Can we get this paragraph or so as a sticky, please?

I seriously think this is a really important thing about the rules discussions, which people tend to keep overlooking. I love arguing about rules pedantically because that helps me understand the rules. And I will joke with my GM about these things. The other week, I said "so I found a funny thing in one of the rule books", and she said "I did not know what fear was until I started playing with you guys."

And I will cheerfully tell her about the idea of doing astral projection while carrying 125k of diamond dust, meeting a friend who plane shifted to another plane, wishing one of their stats up by five, and then returning to the non-duplicate-copy of your body which still has its gear and possessions. But I would never, ever, try to do that, or the simulacrum of an efreet, or anything like that, because that's stupid.

I think this is a nonsense argument in the context of this rules discussion.

Disregarding stated developer intent that goes against a reasonable reading of the revised rules is not an individual trying to "cheat the system" and does not break the social contract of gamers coming together in order to play a fun game as a group.

We are simply discussing a minor rules interpretation that does not lead to significant game unbalancing one way or the other.

Whether a weapon that interacts to enhance unarmed strikes can be used as part of a monk's unarmed strike is minor in its implications and does not impact the gamer social contract as planar binding efreeti for unlimited free wishes, simulacrum nonsense, and astral exploits would.

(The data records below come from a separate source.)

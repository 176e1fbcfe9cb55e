import { expect, test, type Locator, type Page } from "@playwright/test";
import { DEMO_RIGS } from "@/lib/demo/lab";
import { SignInPage } from "./pages/sign-in-page";

/** The overview as an operator reads it: one card per channel with its live part. */
class OverviewPage {
  constructor(private readonly page: Page) {}

  async open(): Promise<void> {
    await this.page.goto("/");
    await expect(this.page.getByRole("heading", { name: "Overview" })).toBeVisible();
  }

  card(path: string): Locator {
    return this.page.locator(`li[data-channel="${path}"]`);
  }

  async paths(): Promise<string[]> {
    return this.page.locator("li[data-channel]").evaluateAll((cards) => cards.map((c) => c.getAttribute("data-channel") ?? ""));
  }
}

const DEMO_PATHS = DEMO_RIGS.flatMap((rig) => rig.devices.flatMap((d) => d.channels.map((c) => `${rig.key}/${d.key}/${c.key}`)));

test("an operator sees every demo channel online, with a recent sample and a sparkline", async ({ page }) => {
  await new SignInPage(page).signInAs("operator");
  const overview = new OverviewPage(page);
  await overview.open();
  expect((await overview.paths()).sort()).toEqual([...DEMO_PATHS].sort());
  for (const path of DEMO_PATHS) {
    const card = overview.card(path);
    await expect(card.getByTestId("device-state")).toHaveText("online", { timeout: 10_000 });
    await expect(card.getByTestId("sparkline")).toBeVisible();
    await expect(card.getByTestId("sample-age")).toHaveText(/^\d+\.\d s ago$/);
    await expect(card.getByTestId("alarm-state")).toHaveText("alarms: none configured");
  }
});

test("the live overview API refuses a visitor who is not signed in", async ({ request }) => {
  const res = await request.get("/api/v1/live/overview");
  expect(res.status()).toBe(401);
  expect((await res.json()).error.code).toBe("unauthorized");
});
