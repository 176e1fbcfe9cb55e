import { readFile } from "node:fs/promises";
import { expect, test, type Locator, type Page } from "@playwright/test";
import { BenchPage } from "./pages/bench-page";
import { SignInPage } from "./pages/sign-in-page";

// Frame strain: 1 kHz, a 50 Hz hum and drift (demo rig); its response charts run up to the 500 Hz Nyquist frequency.
const CHANNEL = "hydraulic-press/env-node/frame-strain";
const SHOTS = "/tmp/shots-charts";

/** A frequency in the chart's words ("12.3 Hz", "1.2 kHz") in Hz. */
function hzOf(text: string): number {
  const m = /(−?[\d.]+) (k?)Hz/.exec(text);
  if (!m) throw new Error(`no frequency in "${text}"`);
  return Number(m[1].replace("−", "-")) * (m[2] ? 1000 : 1);
}

/** The cursor summary's parts: A, B and Δf in Hz. */
async function cursorFrequencies(frame: Locator): Promise<{ a: number; b: number; df: number }> {
  const text = (await frame.getByTestId("cursor-summary").textContent()) ?? "";
  const [a, b, df] = text.split(" · ");
  return { a: hzOf(a), b: hzOf(b), df: hzOf(df) };
}

async function clickPlot(page: Page, chart: Locator, fraction: number): Promise<void> {
  const box = await chart.locator(".u-over").boundingBox();
  if (!box) throw new Error("the chart has no plot area");
  await page.mouse.click(box.x + box.width * fraction, box.y + box.height * 0.5);
}

test("chart tools: cursors read Δf, CSV and PNG downloads, the editor closes on Escape, the keyboard moves a cursor", async ({ page }) => {
  test.setTimeout(120_000);
  await page.setViewportSize({ width: 1400, height: 1000 });
  await new SignInPage(page).signInAs("engineer");
  const bench = new BenchPage(page);
  await bench.open(CHANNEL);

  // The editor takes focus when it opens, Escape closes it and focus goes back to the control that opened it.
  await bench.addCandidate();
  await expect(bench.editor.getByRole("heading", { name: /^Edit Candidate/ })).toBeFocused();
  await page.screenshot({ path: `${SHOTS}/editor-open.png` });
  await page.keyboard.press("Escape");
  await expect(bench.editor).toHaveCount(0);
  await expect(bench.addCandidateButton()).toBeFocused();

  // Two cursors on the magnitude chart, placed by clicks once the toolbar's Cursors is on.
  await bench.showView("Response");
  const magnitude = page.getByTestId("bode-magnitude");
  const frame = page.getByTestId("bode-magnitude-frame");
  await expect(magnitude.locator("canvas")).toBeVisible();
  const cursorsButton = frame.getByRole("button", { name: "Cursors" });
  await cursorsButton.click();
  await expect(cursorsButton).toHaveAttribute("aria-pressed", "true");
  await clickPlot(page, magnitude, 0.3);
  await clickPlot(page, magnitude, 0.75);
  await expect(frame.getByTestId("cursor-summary")).toContainText("Δf");
  const placed = await cursorFrequencies(frame);
  expect(placed.b).toBeGreaterThan(placed.a);
  // Δf is B − A (each shown to 4 significant figures, so within the rounding of the larger).
  expect(Math.abs(placed.df - (placed.b - placed.a))).toBeLessThanOrEqual(placed.b * 1e-3);
  const rows = frame.getByTestId("cursor-readout").locator("tbody tr");
  await expect(rows.first()).toContainText("Candidate A");
  await expect(rows.first()).toContainText("dB");
  await frame.scrollIntoViewIfNeeded();
  await page.screenshot({ path: `${SHOTS}/response-cursors.png` });
  // A drag still zooms and a double click still resets it; neither moves the cursors.
  const before = await frame.getByTestId("cursor-summary").textContent();
  await bench.dragZoom(magnitude, 0.2, 0.8);
  await magnitude.locator(".u-over").dblclick();
  await expect(frame.getByTestId("cursor-summary")).toHaveText(before ?? "");

  // CSV: a header with the x column and each series with its unit, then one row per frequency of the grid.
  const [csvDownload] = await Promise.all([page.waitForEvent("download"), frame.getByRole("button", { name: /as CSV$/ }).click()]);
  expect(csvDownload.suggestedFilename()).toMatch(/^magnitude.*-\d{8}-\d{6}\.csv$/);
  const csv = await readFile(await csvDownload.path(), "utf8");
  const lines = csv.split("\r\n").filter((l) => l !== "");
  const header = lines[0].split(",");
  expect(header[0]).toBe("Frequency (Hz)");
  expect(header).toContain("Candidate A (dB)");
  expect(lines.length - 1, "one row per point of the response grid").toBeGreaterThan(500);
  const freqs = lines.slice(1).map((l) => {
    expect(l.split(",")).toHaveLength(header.length);
    return Number(l.split(",")[0]);
  });
  expect(freqs.every((f, i) => i === 0 || f > freqs[i - 1]), "frequencies ascend").toBe(true);
  expect(freqs[freqs.length - 1]).toBeLessThanOrEqual(500);

  // PNG: a real picture, wider than the plot and of some size.
  const [pngDownload] = await Promise.all([page.waitForEvent("download"), frame.getByRole("button", { name: /as a PNG picture$/ }).click()]);
  expect(pngDownload.suggestedFilename()).toMatch(/\.png$/);
  const png = await readFile(await pngDownload.path());
  expect([...png.subarray(0, 8)]).toEqual([0x89, 0x50, 0x4e, 0x47, 0x0d, 0x0a, 0x1a, 0x0a]);
  expect(png.length).toBeGreaterThan(8_000);
  const plotWidth = (await magnitude.locator("canvas").boundingBox())?.width ?? 0;
  expect(png.readUInt32BE(16), "IHDR width").toBeGreaterThanOrEqual(Math.floor(plotWidth));
  const viewer = await page.context().newPage();
  await viewer.setContent(`<body style="margin:0;background:#fff"><img src="data:image/png;base64,${png.toString("base64")}"></body>`);
  await viewer.screenshot({ path: `${SHOTS}/exported.png`, fullPage: true });
  await viewer.close();

  // The keyboard reaches the phase chart from its toolbar; Enter places A, the arrows move it, Enter places B, Escape clears.
  const phaseFrame = page.getByTestId("bode-phase-frame");
  const phase = page.getByTestId("bode-phase");
  await phaseFrame.getByRole("button", { name: /as a PNG picture$/ }).focus();
  await page.keyboard.press("Tab");
  await expect(phase).toBeFocused();
  await page.keyboard.press("Enter");
  const summary = phaseFrame.getByTestId("cursor-summary");
  await expect(summary).toContainText(/^A /);
  const atStart = hzOf((await summary.textContent()) ?? "");
  await page.keyboard.press("Shift+ArrowRight");
  await expect.poll(async () => hzOf((await summary.textContent()) ?? "")).toBeGreaterThan(atStart);
  await page.keyboard.press("Enter");
  await page.keyboard.press("Shift+ArrowLeft");
  await page.keyboard.press("ArrowLeft");
  await expect(summary).toContainText("Δf −");
  await phaseFrame.scrollIntoViewIfNeeded();
  await page.screenshot({ path: `${SHOTS}/phase-keyboard.png` });
  await page.keyboard.press("Escape");
  await expect(summary).toHaveText("");
  await expect(phase).toBeFocused();

  // On the paused live traces the cursors read a time difference in ms, with its frequency.
  await bench.setWindow(1);
  await bench.pause();
  const liveFrame = page.getByTestId("live-chart-frame");
  await liveFrame.getByRole("button", { name: "Cursors" }).click();
  await clickPlot(page, bench.liveChart, 0.4);
  await clickPlot(page, bench.liveChart, 0.6);
  await expect(liveFrame.getByTestId("cursor-summary")).toContainText(/Δt \d+(\.\d+)? ms \(1\/Δt [\d.]+ Hz\)/);
  await expect(liveFrame.getByTestId("cursor-readout").locator("tbody tr").first()).toContainText("µε");
  await liveFrame.scrollIntoViewIfNeeded();
  await page.screenshot({ path: `${SHOTS}/live-cursors.png` });
});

This is not players trying to cheat the system leading to DMs being adversarial and screw over in game wishes.


Bandw2 wrote:
hmmm... can brass knuckles be used in a style feat that requires an unarmed strike?

Three interpretations:

1) Of course, they specifically allow use with unarmed strikes so they can be used with any unarmed strike.

2) Yes, but only in a limited way. They allow unarmed strike damage to be lethal damage so their only use with martial art unarmed strikes is turning it lethal, they do not allow the martial art unarmed strike to use their special material for DR purposes, enhancement bonuses or magical qualities, etc.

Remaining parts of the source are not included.